No solo los blancos pobres salen perdiendo con estos parámetros salvajemente arbitrarios para los beneficiarios “socialmente desfavorecidos”: según la normativa de la Administración de Pequeñas Empresas, los grupos “social y económicamente desfavorecidos” incluyen a los negros, los hispanos, los nativos americanos y los estadounidenses de determinados orígenes asiáticos del Pacífico y del subcontinente.

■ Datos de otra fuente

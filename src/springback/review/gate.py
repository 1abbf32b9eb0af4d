"""The review-and-release gate: held booklets wait for a named reviewer; release copies the rest.

Public functions:

    review_state(project: Path, participant: str, fingerprint: str, flags: list[Flag])
        -> 'not needed' | 'held' | 'approved' | 'rejected'
    review_decisions(archive: Path) -> dict[(participant, fingerprint), Decision]  # one read
    decided_state(flags, decision: str) -> str       # the state from a decision already read
    manifest_flags(participant: str, record: dict) -> list[Flag]   # a manifest record's flags
    list_held(project: Path) -> list[HeldBooklet]    # latest build's booklets with a hold
    approve(project: Path, participant: str, by: str, note: str = "") -> dict   # the log entry
    reject(project: Path, participant: str, by: str, note: str = "") -> dict
    release(project: Path, by: str = "") -> ReleaseReport  # rewrites out/release/ atomically
    current_roster(project: Path, settings=None) -> dict[str, dict]  # the roster as it is now

Decisions live only in the audit log (`review` entries), keyed by the participant's log token
and the booklet fingerprint, so a booklet whose data, settings, templates or tool version
changed after approval is held again. Release copies from the archived copy of the latest build
(hash-checked), never from the working out/ folder, and reads only a manifest whose hash the
audit log recorded for that build; withdrawn participants (in the manifest or in the roster as
it is now), those who want no feedback, and held or rejected booklets are never copied.
"""

from __future__ import annotations

import csv
import getpass
import io
from collections.abc import Iterable
from dataclasses import dataclass
from pathlib import Path
from typing import Any

from springback.archive.audit import append, known_subjects, read_entries, save_note, subject
from springback.archive.manifest import trusted_manifest
from springback.errors import ArchiveError, DataError, Problem, ReviewError
from springback.files import BuildLock, atomic_write_bytes, project_dirs, sha256_file, staging_dir
from springback.model import Flag

NOT_NEEDED, HELD, APPROVED, REJECTED = "not needed", "held", "approved", "rejected"
DISPATCH_COLUMNS = ("participant", "files", "version", "approved_by")


@dataclass(frozen=True)
class Decision:
    """The latest review decision for one booklet version."""

    state: str
    by: str = ""
    time: str = ""
    note: str = ""


@dataclass(frozen=True)
class HeldBooklet:
    """A booklet of the latest build that a hold rule stopped, with its reasons and state."""

    participant: str
    build: str
    version: str
    fingerprint: str
    state: str
    reasons: tuple[str, ...]
    decided_by: str = ""
    decided_at: str = ""
    note: str = ""


@dataclass(frozen=True)
class ReleaseReport:
    """What `release` copied and what it left out (participant -> reason)."""

    build: str
    folder: Path
    released: tuple[str, ...]
    withheld: tuple[tuple[str, str], ...]


def manifest_flags(participant: str, record: dict[str, Any]) -> list[Flag]:
    """The flags of a manifest's participant record (rows of `Flag.to_row`)."""
    return [Flag.from_row(row, participant) for row in record.get("flags", [])]


def _has_hold(flags: Iterable[Flag]) -> bool:
    return any(f.action == "hold" for f in flags)


def review_decisions(archive: Path) -> dict[tuple[str, str], Decision]:
    """The latest decision on every reviewed booklet version, by (participant, fingerprint),
    from one read of the key store and of the log; a damaged log approves nothing."""
    known = known_subjects(archive)
    if not known:
        return {}
    try:
        entries = read_entries(archive)
    except ArchiveError:
        return {}
    by_token = {token: pid for pid, (token, _notes) in known.items()}
    found: dict[tuple[str, str], Decision] = {}
    for e in entries:
        pid = by_token.get(str(e.get("subject"))) if e.get("kind") == "review" else None
        if pid is None:
            continue
        state = APPROVED if e.get("decision") == "approve" else REJECTED
        note = known[pid][1].get(str(e.get("note_sha256", "")), "")
        found[(pid, str(e.get("fingerprint")))] = Decision(
            state, str(e.get("by", "")), str(e.get("time", "")), note)
    return found


def _decision(archive: Path, participant: str, fingerprint: str) -> Decision:
    return review_decisions(archive).get((participant, fingerprint), Decision(HELD))


def decided_state(flags: Iterable[Flag], decision: str) -> str:
    """The booklet's review state from its flags and the decision on its version
    ('held' when undecided): 'not needed' without a hold flag."""
    return decision if _has_hold(flags) else NOT_NEEDED


def review_state(project: Path, participant: str, fingerprint: str,
                 flags: Iterable[Flag]) -> str:
    """The booklet's review state: decided by the latest decision for exactly this version."""
    if not _has_hold(flags):
        return NOT_NEEDED
    return _decision(project_dirs(project).archive, participant, fingerprint).state


def _current(project: Path) -> dict[str, Any]:
    manifest = trusted_manifest(project)
    if manifest is None:
        raise ReviewError("nothing has been built yet; run `springback build` first")
    return manifest


def _reasons(flags: list[Flag]) -> tuple[str, ...]:
    return tuple(f"{f.rule}: {f.detail}" for f in flags if f.action == "hold")


def list_held(project: Path) -> list[HeldBooklet]:
    """Every booklet of the latest build that a hold rule stopped, with its current state."""
    manifest = _current(project)
    decisions = review_decisions(project_dirs(project).archive)
    out = []
    for pid, rec in sorted(manifest.get("participants", {}).items()):
        flags = manifest_flags(pid, rec)
        if not _has_hold(flags) or not rec.get("files"):
            continue
        fp = str(rec.get("fingerprint", ""))
        d = decisions.get((pid, fp), Decision(HELD))
        out.append(HeldBooklet(pid, str(manifest["build"]), str(rec.get("version", "")), fp,
                               d.state, _reasons(flags), d.by, d.time, d.note))
    return out


def _decide(project: Path, participant: str, by: str, note: str, decision: str) -> dict[str, Any]:
    if not by.strip():
        raise ReviewError("say who decides: pass --by with the reviewer's name")
    manifest = _current(project)
    build = str(manifest["build"])
    rec = manifest.get("participants", {}).get(participant)
    if rec is None:
        raise ReviewError(f"participant '{participant}' is not in the latest build ({build}); "
                          "check the id, or build first")
    if not _has_hold(manifest_flags(participant, rec)):
        raise ReviewError(f"the booklet of '{participant}' in build {build} is not held (no "
                          "hold rule matched); there is nothing to review")
    if not rec.get("files"):
        raise ReviewError(f"no booklet was made for '{participant}' in build {build} "
                          f"({rec.get('status', 'no files')}); there is nothing to review")
    archive = project_dirs(project).archive
    token = subject(archive, participant, create=True)
    fields = {"decision": decision, "subject": token, "fingerprint": rec.get("fingerprint", ""),
              "version": rec.get("version", ""), "build": build, "by": by.strip()}
    if note:
        fields["note_sha256"] = save_note(archive, participant, note)
    return append(archive, "review", fields)


def approve(project: Path, participant: str, by: str, note: str = "") -> dict[str, Any]:
    """Approve the held booklet of the latest build for release; return the log entry."""
    return _decide(project, participant, by, note, "approve")


def reject(project: Path, participant: str, by: str, note: str = "") -> dict[str, Any]:
    """Reject the held booklet of the latest build (it stays unreleased); return the log entry."""
    return _decide(project, participant, by, note, "reject")


def release_gate(archive: Path, pid: str, rec: dict[str, Any]) -> tuple[str, str]:
    """('', approver) when a manifest record's booklet may be released, else (reason, '')."""
    if rec.get("consent") != "yes":
        return ("consent withdrawn", "")
    if rec.get("feedback") is not True:
        return ("no feedback wanted", "")
    if rec.get("status", "built") not in ("built", "unchanged") or not rec.get("files"):
        return (f"no booklet ({rec.get('status', 'no files')})", "")
    if not _has_hold(manifest_flags(pid, rec)):
        return ("", "")
    d = _decision(archive, pid, str(rec.get("fingerprint", "")))
    if d.state == APPROVED:
        return ("", d.by)
    if d.state == REJECTED:
        return (f"rejected by {d.by}", "")
    return ("held for review", "")


def current_roster(project: Path, settings: Any = None) -> dict[str, dict[str, Any]]:
    """The roster file as it is now: id -> its row (consent, feedback, therapist, language)."""
    from springback.intake.readers import read_table
    from springback.intake.roster import read_roster
    from springback.settings import load_settings

    root = project_dirs(project).root
    settings = settings if settings is not None else load_settings(root)[0]
    path = Path(settings.data.participants).expanduser()
    table = read_table((path if path.is_absolute() else root / path).resolve(),
                       settings.data.participants.as_posix())
    problems: list[Problem] = []
    frame = read_roster(table, settings, problems)
    if frame is None or any(p.is_error for p in problems):
        raise DataError(problems)
    return {str(r["participant"]): {str(k): v for k, v in r.items()}
            for r in frame.to_dict("records")}


def roster_gate(row: dict[str, Any] | None) -> str:
    """'' when the roster as it is now still lets a booklet out, else the reason."""
    if row is None:
        return "no longer in the roster"
    if row.get("consent") != "yes":
        return "consent withdrawn"
    if not row.get("feedback"):
        return "no feedback wanted"
    return ""


def _names(files: list[str]) -> dict[str, str]:
    """Archived output path -> name inside release/<participant>/ (base names when unique)."""
    bases = [Path(f).name for f in files]
    unique = len(set(bases)) == len(bases)
    return {f: (Path(f).name if unique else f.replace("/", "_")) for f in files}


def release(project: Path, by: str = "") -> ReleaseReport:
    """Copy releasable booklets of the latest build into out/release/ with a dispatch sheet."""
    dirs = project_dirs(project)
    by = by.strip() or getpass.getuser()
    with BuildLock(project):
        manifest = _current(project)
        roster = current_roster(dirs.root)
        build = str(manifest["build"])
        source = dirs.archive / build / "out"
        hashes = manifest.get("files", {})
        released: list[str] = []
        withheld: list[tuple[str, str]] = []
        rows: list[dict[str, str]] = []
        with staging_dir(dirs.out / "release") as staging:
            for pid, rec in sorted(manifest.get("participants", {}).items()):
                reason, approver = release_gate(dirs.archive, pid, rec)
                reason = roster_gate(roster.get(pid)) or reason
                if reason:
                    withheld.append((pid, reason))
                    continue
                names = _names(list(rec["files"]))
                for rel, name in names.items():
                    path = source / rel
                    if not path.is_file() or sha256_file(path) != hashes.get(f"out/{rel}"):
                        raise ArchiveError(f"the archived copy of {rel} in build {build} is "
                                           "missing or changed; nothing was released. Run "
                                           "`springback verify`")
                    atomic_write_bytes(staging / pid / name, path.read_bytes())
                rows.append({"participant": pid, "files": ";".join(sorted(names.values())),
                             "version": str(rec.get("version", "")), "approved_by": approver})
                released.append(pid)
            buf = io.StringIO()
            writer = csv.DictWriter(buf, fieldnames=DISPATCH_COLUMNS, lineterminator="\n")
            writer.writeheader()
            writer.writerows(rows)
            atomic_write_bytes(staging / "dispatch.csv", buf.getvalue().encode("utf-8"))
        tokens = sorted(str(subject(dirs.archive, p, create=True)) for p in released)
        append(dirs.archive, "release", {"build": build, "by": by, "released": tokens,
                                         "withheld": len(withheld)})
    return ReleaseReport(build, dirs.out / "release", tuple(released), tuple(withheld))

Sin embargo, a los estadounidenses de origen norteafricano, de Oriente Medio y de otras etnias asiáticas se les prohíbe infundadamente el tratamiento prioritario para el alivio de la deuda.
Como escribió recientemente el juez del tribunal de apelación Amul Thapar en referencia a las preferencias raciales para la ayuda de Covid, “el programa de preferencias raciales detallado en el reglamento del gobierno -preferencias para pakistaníes, pero no para afganos; japoneses, pero no para iraquíes; hispanos, pero no para personas de Oriente Medio- no está respaldado por ninguna prueba”. Este burdo sistema de clasificación étnica apesta a sectarismo, el tipo de ideología basada en la identidad que prevalece en países como Somalia, Líbano e India.
El gobierno de Biden ha abrazado el radicalismo de extrema izquierda que antes solo se encontraba en la franja académica y en los escritos de neo-racistas como Ibram X. Kendi (“El único remedio a la discriminación pasada es la discriminación presente”).
Las políticas neutrales desde el punto de vista racial, dirigidas específicamente a los estadounidenses más pobres, son la mejor manera de remediar los errores históricos sin discriminar sobre la base de una lotería genética arbitraria. Aunque parece poco probable que el gobierno de Biden abandone sus ideas radicales y sistémicamente racistas, el escrutinio legal y político al que se enfrentan ahora ofrece cierta esperanza de que no prevalezcan.